Mercedes C63 AMGSalendo a bordo della C63 AMG ci si accorge subito di entrare in una signora berlina, dalle linee eleganti e raffinate a cui Mercedes ci ha abituati. Ma le sorprese non tardano ad arrivare quando si comincia a testare l’anima vera e propria di quest’auto.

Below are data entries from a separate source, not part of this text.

from __future__ import annotations

import argparse
import json
import os
import random
import re
import subprocess
import sys
import tarfile
import zlib
from collections import Counter
from pathlib import Path

REPO = Path(__file__).resolve().parents[2]
CACHE = REPO / "build" / "false-alarm-sdists"
TREES = REPO / "build" / "false-alarm-trees"
OUTPUT = REPO / "build" / "false-alarms.json"
MISSPELLINGS = REPO / "models" / "data" / "misspellings"

# Packages whose sdists ship Markdown or reStructuredText docs (versions
# pinned so the figures can be reproduced).  None is a training source.
PACKAGES = [
    ("aiohttp", "3.14.5"), ("alembic", "1.20.1"), ("anyio", "4.16.0"), ("arrow", "1.4.0"),
    ("bandit", "1.9.4"), ("black", "26.10.1"), ("build", "1.6.1"), ("cattrs", "26.2.1"),
    ("celery", "5.7.0"), ("coverage", "7.17.3"), ("fabric", "3.2.3"), ("flake8", "7.5.0"),
    ("gunicorn", "27.0.1"), ("h11", "0.16.0"), ("httpx", "0.28.1"), ("humanize", "4.17.0"),
    ("invoke", "3.0.3"), ("kombu", "5.7.0"), ("marshmallow", "4.4.0"), ("mkdocs", "1.6.1"),
    ("more-itertools", "11.2.1"), ("multidict", "7.2.1"), ("networkx", "3.6.1"), ("nox", "2026.10.20"),
    ("outcome", "1.3.0.post0"), ("packaging", "26.3"), ("paramiko", "5.1.0"), ("pexpect", "4.9.0"),
    ("pillow", "13.0.0"), ("pip", "26.3"), ("pluggy", "1.7.0"), ("psutil", "7.2.2"),
    ("pylint", "4.1.4"), ("pyproject-hooks", "1.3.3"), ("python-dateutil", "4.0.0"), ("rich", "15.0.0"),
    ("sphinx-rtd-theme", "3.1.0"), ("structlog", "26.1.0"), ("tabulate", "0.10.0"), ("tenacity", "9.2.1"),
    ("toolz", "1.2.0"), ("tox", "4.67.13"), ("trio", "0.35.0"), ("trustme", "1.2.1"),
    ("twine", "7.0.0"), ("urllib3", "2.8.0"), ("watchdog", "7.1.0"), ("wheel", "0.48.0"),
]
_SKIP_DIRS = re.compile(r"/(tests?|testing|fixtures?)/")
PLANT_EVERY = 300  # prose words per planted misspelling
CAUSES = ("workspace", "name", "compound", "function word")


def split_of(name: str) -> str:
    return "dev-a" if zlib.crc32(name.encode()) % 2 == 0 else "dev-b"


def _stem(text: str) -> str:
    return re.sub(r"\.(tar\.gz|zip)$", "", text).replace("-", "_").lower()


def _sdist(name: str, version: str) -> Path:
    """The cached sdist, downloaded with pip on first use."""
    CACHE.mkdir(parents=True, exist_ok=True)
    wanted = _stem(f"{name}-{version}")
    for attempt in range(2):
        for path in CACHE.iterdir():
            if _stem(path.name) == wanted:
                return path
        if attempt == 0:
            subprocess.run([sys.executable, "-m", "pip", "download", "--quiet", "--no-deps", "--no-binary", ":all:",
                            "-d", str(CACHE), f"{name}=={version}"], check=True)
    raise SystemExit(f"pip did not leave an sdist of {name} {version} in {CACHE}")


def _tree(name: str, version: str) -> Path:
    """The sdist unpacked (once) under build/false-alarm-trees/."""
    archive = _sdist(name, version)
    target = TREES / _stem(archive.name)
    if not target.is_dir():
        if archive.suffix == ".zip":
            raise SystemExit(f"{archive}: zip sdists are not handled")
        tmp = target.with_suffix(".partial")
        tmp.mkdir(parents=True, exist_ok=True)
        with tarfile.open(archive) as tar:
            tar.extractall(tmp, filter="data")
        tmp.rename(target)
    # Its own work tree (as a checkout would be), so the repository's
    # .gitignore, which ignores build/, does not hide it from the scan.
    (target / ".git").mkdir(exist_ok=True)
    return target


def _documents(tree: Path):
    """(path, kind, text) of the prose documents of a tree."""
    for path in sorted(tree.rglob("*")):
        rel = "/" + path.relative_to(tree).as_posix()
        if not path.is_file() or _SKIP_DIRS.search(rel):
            continue
        kind = "markdown" if path.suffix == ".md" else "rst" if path.suffix == ".rst" else None
        if kind is None:
            continue
        try:
            yield path, kind, path.read_bytes().decode("utf-8-sig")
        except UnicodeDecodeError:
            continue
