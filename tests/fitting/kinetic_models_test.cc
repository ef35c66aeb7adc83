// The model catalogue: ids, parameter names and units as DESIGN §2 fixes
// them, and the rate laws against closed-form properties of the published
// equations (Michaelis–Menten, Haldane substrate inhibition, Hill, the
// inhibition modes, Morrison 1969, the four-parameter logistic).
#include "fitting/kinetic_models.h"

#include <cmath>
#include <string>
#include <vector>

#include <gtest/gtest.h>

#include "tests/fitting/kinetic_test_util.h"

namespace ratewell {
namespace {

using testing::Point;

// Closed forms evaluated in double: agreement to a few ulps.
constexpr double kClosedFormTolerance = 1e-13;

std::vector<std::string> Names(KineticModel model) {
  std::vector<std::string> names;
  for (const ParameterDescription& p : DescribeModel(model).parameters) {
    names.emplace_back(p.name);
  }
  return names;
}

TEST(KineticModels, IdsRoundTripForEveryModel) {
  ASSERT_EQ(AllKineticModels().size(), 10u);
  for (KineticModel model : AllKineticModels()) {
    KineticModel back = KineticModel::kMorrison;
    ASSERT_TRUE(StringToKineticModel(KineticModelToString(model), &back))
        << KineticModelToString(model);
    EXPECT_EQ(back, model);
    EXPECT_EQ(DescribeModel(model).id, KineticModelToString(model));
  }
  KineticModel untouched = KineticModel::kHill;
  EXPECT_FALSE(StringToKineticModel("michaelis_menten", &untouched));
  EXPECT_FALSE(StringToKineticModel("", &untouched));
  EXPECT_EQ(untouched, KineticModel::kHill);
}

TEST(KineticModels, IdsAndParameterNamesAreThoseOfTheDesign) {
  // DESIGN §2, "Kinetic models".
  using M = KineticModel;
  EXPECT_STREQ(KineticModelToString(M::kMichaelisMenten), "michaelis-menten");
  EXPECT_STREQ(KineticModelToString(M::kSubstrateInhibition), "substrate-inhibition");
  EXPECT_STREQ(KineticModelToString(M::kHill), "hill");
  EXPECT_STREQ(KineticModelToString(M::kCompetitive), "competitive");
  EXPECT_STREQ(KineticModelToString(M::kUncompetitive), "uncompetitive");
  EXPECT_STREQ(KineticModelToString(M::kNoncompetitive), "noncompetitive");
  EXPECT_STREQ(KineticModelToString(M::kMixed), "mixed");
  EXPECT_STREQ(KineticModelToString(M::kMorrison), "morrison");
  EXPECT_STREQ(KineticModelToString(M::kFourParameterLogistic), "four-parameter-logistic");
  using V = std::vector<std::string>;
  EXPECT_EQ(Names(M::kMichaelisMenten), (V{"Vmax", "Km"}));
  EXPECT_EQ(Names(M::kSubstrateInhibition), (V{"Vmax", "Km", "Ksi"}));
  EXPECT_EQ(Names(M::kHill), (V{"Vmax", "Khalf", "h"}));
  for (M m : {M::kCompetitive, M::kUncompetitive, M::kNoncompetitive}) {
    EXPECT_EQ(Names(m), (V{"Vmax", "Km", "Ki"}));
  }
  EXPECT_EQ(Names(M::kMixed), (V{"Vmax", "Km", "Ki", "alpha"}));
  // E is Morrison's known enzyme concentration, a parameter held fixed.
  EXPECT_EQ(Names(M::kMorrison), (V{"v0", "Kiapp", "E"}));
  EXPECT_EQ(Names(M::kFourParameterLogistic), (V{"top", "bottom", "IC50", "h"}));
  EXPECT_EQ(Names(M::kFourParameterLogisticLog10), (V{"top", "bottom", "log10_IC50", "h"}));
  EXPECT_EQ(ParameterIndex(M::kMixed, "alpha"), 3);
  EXPECT_EQ(ParameterIndex(M::kMixed, "Ksi"), -1);
}

TEST(KineticModels, UnitsFollowTheData) {
  const KineticData defaults;
  EXPECT_EQ(ParameterUnit(ParameterKind::kRate, defaults), "uM/min");
  EXPECT_EQ(ParameterUnit(ParameterKind::kConcentration, defaults), "uM");
  EXPECT_EQ(ParameterUnit(ParameterKind::kDimensionless, defaults), "dimensionless");
  EXPECT_EQ(ParameterUnit(ParameterKind::kLog10Concentration, defaults), "log10(uM)");
  KineticData other;
  other.rate_unit = "counts/min/min";
  other.concentration_unit = "ppm";
  EXPECT_EQ(ParameterUnit(ParameterKind::kRate, other), "counts/min/min");
  EXPECT_EQ(ParameterUnit(ParameterKind::kConcentration, other), "ppm");
  const ModelDescription& hill = DescribeModel(KineticModel::kHill);
  EXPECT_EQ(hill.parameters[2].kind, ParameterKind::kDimensionless);
  EXPECT_EQ(DescribeModel(KineticModel::kMixed).parameters[3].kind,
            ParameterKind::kDimensionless);
}

TEST(KineticModels, FamiliesAreChosenByThePresenceOfAnInhibitor) {
  KineticData data;
  data.points = {Point(1.0, 0.0, 1.0), Point(2.0, 0.0, 1.5)};
  EXPECT_EQ(FamilyForData(data), ModelFamily::kSubstrate);
  EXPECT_EQ(CandidateModels(ModelFamily::kSubstrate),
            (std::vector<KineticModel>{KineticModel::kMichaelisMenten,
                                       KineticModel::kSubstrateInhibition, KineticModel::kHill}));
  data.points.push_back(Point(2.0, 0.5, 1.0));
  EXPECT_EQ(FamilyForData(data), ModelFamily::kInhibition);
  EXPECT_EQ(CandidateModels(ModelFamily::kInhibition).size(), 4u);
  EXPECT_STREQ(ModelFamilyToString(ModelFamily::kInhibition), "inhibition");
}

TEST(KineticModels, MichaelisMentenGivesHalfVmaxAtKm) {
  EXPECT_NEAR(EvaluateKineticModel(KineticModel::kMichaelisMenten, {10.0, 2.5}, 2.5, 0.0), 5.0,
              kClosedFormTolerance);
  EXPECT_EQ(EvaluateKineticModel(KineticModel::kMichaelisMenten, {10.0, 2.5}, 0.0, 0.0), 0.0);
}

TEST(KineticModels, SubstrateInhibitionPeaksAtTheGeometricMeanOfKmAndKsi) {
  // v = Vmax·S/(Km + S + S²/Ksi) peaks at S = √(Km·Ksi) with
  // v = Vmax/(1 + 2√(Km/Ksi)) (Haldane).
  const double vmax = 8.0, km = 4.0, ksi = 100.0;
  const double s_peak = std::sqrt(km * ksi);
  const double v_peak = EvaluateKineticModel(KineticModel::kSubstrateInhibition,
                                             {vmax, km, ksi}, s_peak, 0.0);
  EXPECT_NEAR(v_peak, vmax / (1.0 + 2.0 * std::sqrt(km / ksi)), kClosedFormTolerance);
  for (double factor : {0.9, 1.1}) {
    EXPECT_LT(EvaluateKineticModel(KineticModel::kSubstrateInhibition, {vmax, km, ksi},
                                   s_peak * factor, 0.0),
              v_peak);
  }
}

TEST(KineticModels, HillIsHalfMaximalAtKhalfAndMichaelisMentenAtHOne) {
  for (double h : {0.5, 1.0, 2.7}) {
    EXPECT_NEAR(EvaluateKineticModel(KineticModel::kHill, {6.0, 3.0, h}, 3.0, 0.0), 3.0,
                kClosedFormTolerance);
  }
  for (double s : {0.1, 1.0, 7.0, 40.0}) {
    EXPECT_NEAR(EvaluateKineticModel(KineticModel::kHill, {6.0, 3.0, 1.0}, s, 0.0),
                EvaluateKineticModel(KineticModel::kMichaelisMenten, {6.0, 3.0}, s, 0.0),
                kClosedFormTolerance);
  }
  EXPECT_EQ(EvaluateKineticModel(KineticModel::kHill, {6.0, 3.0, 2.0}, 0.0, 0.0), 0.0);
}

TEST(KineticModels, InhibitionModesReduceToMichaelisMentenWithoutInhibitor) {
  const std::vector<double> p = {10.0, 2.0, 0.5};
  for (KineticModel m : {KineticModel::kCompetitive, KineticModel::kUncompetitive,
                         KineticModel::kNoncompetitive}) {
    EXPECT_NEAR(EvaluateKineticModel(m, p, 3.0, 0.0), 6.0, kClosedFormTolerance)
        << KineticModelToString(m);
  }
  EXPECT_NEAR(EvaluateKineticModel(KineticModel::kMixed, {10.0, 2.0, 0.5, 4.0}, 3.0, 0.0), 6.0,
              kClosedFormTolerance);
}

TEST(KineticModels, InhibitorAtKiActsAsTheTextbookModesSay) {
  // At I = Ki: competitive doubles the apparent Km, uncompetitive halves
  // Vmax and Km, noncompetitive halves Vmax.
  const double vmax = 10.0, km = 2.0, ki = 0.5, s = 3.0;
  EXPECT_NEAR(EvaluateKineticModel(KineticModel::kCompetitive, {vmax, km, ki}, s, ki),
              vmax * s / (2.0 * km + s), kClosedFormTolerance);
  EXPECT_NEAR(EvaluateKineticModel(KineticModel::kUncompetitive, {vmax, km, ki}, s, ki),
              (vmax / 2.0) * s / (km / 2.0 + s), kClosedFormTolerance);
  EXPECT_NEAR(EvaluateKineticModel(KineticModel::kNoncompetitive, {vmax, km, ki}, s, ki),
              (vmax / 2.0) * s / (km + s), kClosedFormTolerance);
}

TEST(KineticModels, MixedContainsNoncompetitiveAndApproachesTheOtherModes) {
  const double vmax = 10.0, km = 2.0, ki = 0.5;
  for (double s : {0.5, 4.0}) {
    for (double i : {0.25, 2.0}) {
      // alpha = 1 is noncompetitive exactly.
      EXPECT_NEAR(EvaluateKineticModel(KineticModel::kMixed, {vmax, km, ki, 1.0}, s, i),
                  EvaluateKineticModel(KineticModel::kNoncompetitive, {vmax, km, ki}, s, i),
                  kClosedFormTolerance);
      // alpha → ∞ tends to competitive (relative difference ~ 1/alpha).
      EXPECT_NEAR(EvaluateKineticModel(KineticModel::kMixed, {vmax, km, ki, 1e9}, s, i),
                  EvaluateKineticModel(KineticModel::kCompetitive, {vmax, km, ki}, s, i), 1e-7);
      // Ki → ∞ with alpha·Ki = Ki' fixed tends to uncompetitive with Ki'.
      EXPECT_NEAR(EvaluateKineticModel(KineticModel::kMixed, {vmax, km, ki * 1e9, 1e-9}, s, i),
                  EvaluateKineticModel(KineticModel::kUncompetitive, {vmax, km, ki}, s, i),
                  1e-7);
    }
  }
}

TEST(KineticModels, MorrisonMatchesTheDesignFormulaAndItsClassicalLimits) {
  const double v0 = 2.0, kiapp = 2.0, e = 10.0;
  // DESIGN §2's form, with the cancellation the implementation avoids.
  auto design_form = [&](double i) {
    const double b = e + i + kiapp;
    return v0 * (1.0 - (b - std::sqrt(b * b - 4.0 * e * i)) / (2.0 * e));
  };
  for (double i : {0.5, 5.0, 50.0, 200.0}) {
    EXPECT_NEAR(EvaluateKineticModel(KineticModel::kMorrison, {v0, kiapp, e}, 0.0, i),
                design_form(i), 1e-12 * v0);
  }
  // Tight binding: IC50 = Kiapp + E/2 (the half-activity point of the
  // quadratic, exact).
  EXPECT_NEAR(EvaluateKineticModel(KineticModel::kMorrison, {v0, kiapp, e}, 0.0, kiapp + e / 2),
              v0 / 2.0, kClosedFormTolerance);
  // E → 0: the classical v0/(1 + I/Kiapp).
  EXPECT_NEAR(EvaluateKineticModel(KineticModel::kMorrison, {v0, kiapp, 1e-9}, 0.0, 3.0),
              v0 / (1.0 + 3.0 / kiapp), 1e-9);
  EXPECT_EQ(EvaluateKineticModel(KineticModel::kMorrison, {v0, kiapp, e}, 0.0, 0.0), v0);
}

TEST(KineticModels, LogisticFormsAgreeAndPassTheMidpointAtIC50) {
  const double top = 100.0, bottom = 5.0, ic50 = 1.5, h = 1.2;
  EXPECT_NEAR(
      EvaluateKineticModel(KineticModel::kFourParameterLogistic, {top, bottom, ic50, h}, 0.0, ic50),
      0.5 * (top + bottom), kClosedFormTolerance * top);
  for (double i : {0.001, 0.3, 1.5, 20.0, 100.0}) {
    EXPECT_NEAR(EvaluateKineticModel(KineticModel::kFourParameterLogistic,
                                     {top, bottom, ic50, h}, 0.0, i),
                EvaluateKineticModel(KineticModel::kFourParameterLogisticLog10,
                                     {top, bottom, std::log10(ic50), h}, 0.0, i),
                kClosedFormTolerance * top);
  }
  EXPECT_EQ(
      EvaluateKineticModel(KineticModel::kFourParameterLogistic, {top, bottom, ic50, h}, 0.0, 0.0),
      top);
}

TEST(KineticModels, WrongNumberOfValuesGivesNaN) {
  EXPECT_TRUE(std::isnan(EvaluateKineticModel(KineticModel::kMixed, {1.0, 2.0, 3.0}, 1.0, 1.0)));
  // Km + S = 0: undefined, NaN rather than a number.
  EXPECT_TRUE(std::isnan(EvaluateKineticModel(KineticModel::kMichaelisMenten, {1.0, 0.0}, 0.0, 0.0)));
}

}  // namespace
}  // namespace ratewell
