// Puromycin (Treloar 1974, tabulated by Bates & Watts 1988, Appendix A1.3):
// published data. The reference fits are computed, not published: R 4.2.2
// nls + MASS 7.3.58.2, polished by Gauss–Newton steps, cross-checked with
// SciPy 1.10.1 (tests/data/puromycin/README.md). They are good to about 14
// digits, so the tolerances below test ratewell, not the reference.
#include <cmath>
#include <fstream>
#include <sstream>
#include <string>
#include <vector>

#include <gtest/gtest.h>
#include <nlohmann/json.hpp>

#include "fitting/kinetic_models.h"
#include "fitting/model_selection.h"
#include "fitting/nonlinear_fit.h"

#include "tests/fitting/reference_tolerances.h"

namespace ratewell {
namespace {

using nlohmann::json;

// Tolerances and why: tests/fitting/reference_tolerances.h.
using testing::kAsymptoticTolerance;
using testing::kEstimateTolerance;
using testing::kProfileTolerance;
using testing::kStandardErrorTolerance;

const std::string kDataDir = std::string(RATEWELL_TEST_DATA_DIR) + "/puromycin/";

struct Row {
  double conc = 0.0;
  double rate = 0.0;
  std::string state;
};

std::vector<Row> ReadRows() {
  std::ifstream in(kDataDir + "puromycin.csv");
  std::vector<Row> rows;
  std::string line;
  std::getline(in, line);  // header: conc_ppm,rate_counts_per_min_per_min,state
  while (std::getline(in, line)) {
    if (line.empty()) continue;
    std::stringstream fields(line);
    Row row;
    std::string conc, rate;
    std::getline(fields, conc, ',');
    std::getline(fields, rate, ',');
    std::getline(fields, row.state, ',');
    row.conc = std::stod(conc);
    row.rate = std::stod(rate);
    rows.push_back(row);
  }
  return rows;
}

json Reference() {
  std::ifstream in(kDataDir + "reference-fits.json");
  return json::parse(in);
}

// The rows of one state (or all with groups "untreated", "treated"), in ppm
// and counts/min/min.
KineticData Data(const std::string& state) {
  KineticData data;
  data.rate_unit = "counts/min/min";
  data.concentration_unit = "ppm";
  if (state.empty()) data.group_names = {"untreated", "treated"};
  for (const Row& row : ReadRows()) {
    if (!state.empty() && row.state != state) continue;
    KineticObservation point;
    point.substrate_uM = row.conc;
    point.rate = row.rate;
    point.group = state.empty() && row.state == "treated" ? 1 : 0;
    point.label = row.state;
    data.points.push_back(point);
  }
  return data;
}

void ExpectRelative(double actual, double expected, double tolerance, const std::string& what) {
  EXPECT_NEAR(actual, expected, tolerance * std::abs(expected)) << what;
}

TEST(Puromycin, DataHaveTheTwentyThreePublishedRows) {
  const std::vector<Row> rows = ReadRows();
  ASSERT_EQ(rows.size(), 23u);
  EXPECT_EQ(Data("treated").points.size(), 12u);
  EXPECT_EQ(Data("untreated").points.size(), 11u);
}

class PuromycinStateTest : public ::testing::TestWithParam<std::string> {};

TEST_P(PuromycinStateTest, MichaelisMentenMatchesTheReferenceFit) {
  const std::string state = GetParam();
  const json ref = Reference()["models"][state + "_michaelis_menten"]["reference_values"];
  FitOptions options;
  options.interval_method = IntervalMethod::kProfile;
  const KineticFit fit = FitKineticModel(Data(state), KineticModel::kMichaelisMenten, options);
  ASSERT_TRUE(fit.summary.IsSolutionUsable()) << fit.summary.FullReport();
  EXPECT_TRUE(fit.converged);
  EXPECT_EQ(fit.n, state == "treated" ? 12 : 11);
  EXPECT_EQ(fit.dof, ref["df"].get<int>());
  ExpectRelative(fit.ssr, ref["rss"], kEstimateTolerance, "RSS");
  ExpectRelative(fit.residual_sd, ref["residual_standard_error"], kEstimateTolerance, "s");

  const ParameterEstimate* vmax = fit.Find("Vmax");
  const ParameterEstimate* km = fit.Find("Km");
  ASSERT_NE(vmax, nullptr);
  ASSERT_NE(km, nullptr);
  EXPECT_EQ(vmax->unit, "counts/min/min");
  EXPECT_EQ(km->unit, "ppm");
  ExpectRelative(vmax->value, ref["estimate"]["Vm"], kEstimateTolerance, "Vmax");
  ExpectRelative(km->value, ref["estimate"]["K"], kEstimateTolerance, "Km");
  ASSERT_TRUE(vmax->se_determined && km->se_determined);
  ExpectRelative(vmax->se, ref["std_error"]["Vm"], kStandardErrorTolerance, "SE Vmax");
  ExpectRelative(km->se, ref["std_error"]["K"], kStandardErrorTolerance, "SE Km");

  // Exact profile-t limits (not R's spline-interpolated confint).
  ASSERT_TRUE(vmax->ci.determined) << vmax->ci.reason;
  ASSERT_TRUE(km->ci.determined) << km->ci.reason;
  EXPECT_EQ(vmax->ci.method, IntervalMethod::kProfile);
  ExpectRelative(vmax->ci.lower, ref["ci95_profile_t"]["Vm"][0], kProfileTolerance, "Vmax lo");
  ExpectRelative(vmax->ci.upper, ref["ci95_profile_t"]["Vm"][1], kProfileTolerance, "Vmax hi");
  ExpectRelative(km->ci.lower, ref["ci95_profile_t"]["K"][0], kProfileTolerance, "Km lo");
  ExpectRelative(km->ci.upper, ref["ci95_profile_t"]["K"][1], kProfileTolerance, "Km hi");
}

TEST_P(PuromycinStateTest, AsymptoticIntervalsMatchTheReference) {
  const std::string state = GetParam();
  const json ref = Reference()["models"][state + "_michaelis_menten"]["reference_values"];
  FitOptions options;
  options.interval_method = IntervalMethod::kAsymptotic;
  const KineticFit fit = FitKineticModel(Data(state), KineticModel::kMichaelisMenten, options);
  ASSERT_TRUE(fit.summary.IsSolutionUsable());
  for (const auto& [name, ref_name] : {std::pair{"Vmax", "Vm"}, std::pair{"Km", "K"}}) {
    const ParameterEstimate* p = fit.Find(name);
    ASSERT_TRUE(p->ci.determined);
    EXPECT_EQ(p->ci.method, IntervalMethod::kAsymptotic);
    ExpectRelative(p->ci.lower, ref["ci95_asymptotic"][ref_name][0], kAsymptoticTolerance, name);
    ExpectRelative(p->ci.upper, ref["ci95_asymptotic"][ref_name][1], kAsymptoticTolerance, name);
  }
  // R's covariance matrix (from nls, good to about 9 digits).
  const json vcov = Reference()["models"][state + "_michaelis_menten"]["R_nls"]["vcov"]["matrix"];
  ASSERT_EQ(fit.covariance.size(), 4u);
  EXPECT_EQ(fit.covariance_names, (std::vector<std::string>{"Vmax", "Km"}));
  ExpectRelative(fit.covariance[1], vcov[0][1].get<double>(), 1e-6, "cov(Vmax, Km)");
}

INSTANTIATE_TEST_SUITE_P(BothStates, PuromycinStateTest,
                         ::testing::Values("treated", "untreated"));

TEST(Puromycin, SharedKmWithVmaxPerStateMatchesTheReference) {
  // Bates & Watts' model: one K, Vm by state. ratewell fits Vmax[untreated]
  // (R's Vm), Vmax[treated] (R's Vm + delV) and one Km.
  const json ref = Reference()["models"]["shared_K_Vm_by_state"]["reference_values"];
  FitOptions options;
  options.per_group = {"Vmax"};
  options.interval_method = IntervalMethod::kProfile;
  const KineticFit fit = FitKineticModel(Data(""), KineticModel::kMichaelisMenten, options);
  ASSERT_TRUE(fit.summary.IsSolutionUsable()) << fit.summary.FullReport();
  ASSERT_EQ(fit.parameters.size(), 3u);
  EXPECT_EQ(fit.parameters[0].name, "Vmax[untreated]");
  EXPECT_EQ(fit.parameters[0].group, "untreated");
  EXPECT_EQ(fit.parameters[1].name, "Vmax[treated]");
  EXPECT_EQ(fit.parameters[2].name, "Km");
  EXPECT_EQ(fit.dof, 20);
  ExpectRelative(fit.ssr, ref["rss"], kEstimateTolerance, "RSS");

  const ParameterEstimate& vu = fit.parameters[0];
  const ParameterEstimate& vt = fit.parameters[1];
  const ParameterEstimate& km = fit.parameters[2];
  const double vm = ref["estimate"]["Vm"], del = ref["estimate"]["delV"];
  ExpectRelative(vu.value, vm, kEstimateTolerance, "Vmax untreated");
  ExpectRelative(vt.value, vm + del, kEstimateTolerance, "Vmax treated");
  ExpectRelative(km.value, ref["estimate"]["K"], kEstimateTolerance, "Km");
  ExpectRelative(vu.se, ref["std_error"]["Vm"], kStandardErrorTolerance, "SE Vmax untreated");
  ExpectRelative(km.se, ref["std_error"]["K"], kStandardErrorTolerance, "SE Km");
  // SE of Vm + delV in this parameterisation: SciPy 1.10.1, computed
  // (least_squares + root polish of J^T r = 0, s^2 (J^T J)^-1 with
  // parameters (Vm_untreated, Vm_treated, K)).
  ExpectRelative(vt.se, 5.803992869855241, kStandardErrorTolerance, "SE Vmax treated");

  // Profile limits: Vm and K are the reference's exact profile-t limits (a
  // profile does not change when the other parameters are re-expressed).
  ExpectRelative(vu.ci.lower, ref["ci95_profile_t"]["Vm"][0], kProfileTolerance, "Vu lo");
  ExpectRelative(vu.ci.upper, ref["ci95_profile_t"]["Vm"][1], kProfileTolerance, "Vu hi");
  ExpectRelative(km.ci.lower, ref["ci95_profile_t"]["K"][0], kProfileTolerance, "Km lo");
  ExpectRelative(km.ci.upper, ref["ci95_profile_t"]["K"][1], kProfileTolerance, "Km hi");
  // Vm + delV: SciPy 1.10.1, computed (profile by variable projection and
  // brentq, the reference's method; the same script reproduces the
  // reference's Vm limit to the last digit).
  ExpectRelative(vt.ci.lower, 196.39332533261774, kProfileTolerance, "Vt lo");
  ExpectRelative(vt.ci.upper, 221.50875362756602, kProfileTolerance, "Vt hi");
}

TEST(Puromycin, FTestOfSharedAgainstSeparateKmMatchesR) {
  // R 4.2.2 anova() of the two nls fits: F = 1.7181689 on (1, 19), p = 0.20555.
  const json ref = Reference()["F_test_shared_K_vs_separate"];
  FitOptions options;
  options.interval_method = IntervalMethod::kAsymptotic;
  options.per_group = {"Vmax"};
  const KineticFit shared = FitKineticModel(Data(""), KineticModel::kMichaelisMenten, options);
  options.per_group = {"Vmax", "Km"};
  const KineticFit separate = FitKineticModel(Data(""), KineticModel::kMichaelisMenten, options);
  ASSERT_TRUE(shared.summary.IsSolutionUsable());
  ASSERT_TRUE(separate.summary.IsSolutionUsable());
  ExpectRelative(separate.ssr, ref["rss_full"], kEstimateTolerance, "RSS separate");
  const NestedComparison test = ExtraSumOfSquaresTest(shared, separate);
  ASSERT_TRUE(test.computed) << test.reason;
  EXPECT_EQ(test.df_numerator, 1);
  EXPECT_EQ(test.df_denominator, 19);
  ExpectRelative(test.f, ref["F"], 1e-6, "F");
  ExpectRelative(test.p_value, ref["p_value"], 1e-6, "p");
  EXPECT_FALSE(test.rejects_simpler);
  // The separate fit's Km per state equals the single-state fits.
  const json treated = Reference()["models"]["treated_michaelis_menten"]["reference_values"];
  ExpectRelative(separate.Find("Km[treated]")->value, treated["estimate"]["K"],
                 kEstimateTolerance, "Km treated");
}

}  // namespace
}  // namespace ratewell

È necessario guidarla con la consapevolezza che, anche se apparentemente domabile, basta poco per farla arrabbiare davvero e per scatenare tutta la sua furia. Al momento della messa in moto quello che si sente è un vero e proprio rombo che fa tremare l’asfalto, anche se l’assetto è impostato automaticamente in modalità Confort: quasi sicuramente un tentativo dei costruttori di mantenere i piloti più inesperti con i piedi per terra. Ma se si vuole provare qualcosa di più si può scegliere tra altre tre modalità di guida: Sport, Sport+ o Manuale, ma non sono certo per tutti. Stiamo parlando di un 6.208 cm³, 8 cilindri a V; 336 kw (457 CV) a 6.800 giri/minuto. Riuscire a tenere a bada tanta potenza è forse un privilegio riservato soltanto a chi è abituato a correre in pista, dove la C63 AMG regala le sue migliori prestazioni. Il sovrasterzo di potenza infatti è sempre dietro l’angolo e non è un dettaglio trascurabile quando si parla di principianti della guida sportiva.

A trazione posteriore e con un cambio ancora più incisivo rispetto alle sue sorelle minori è davvero una ragazza cattiva. Davvero bella e dalle forte emozioni, ma riservate solo a chi è pronto a spingersi oltre ed anche a pagare 73.388 € per averla.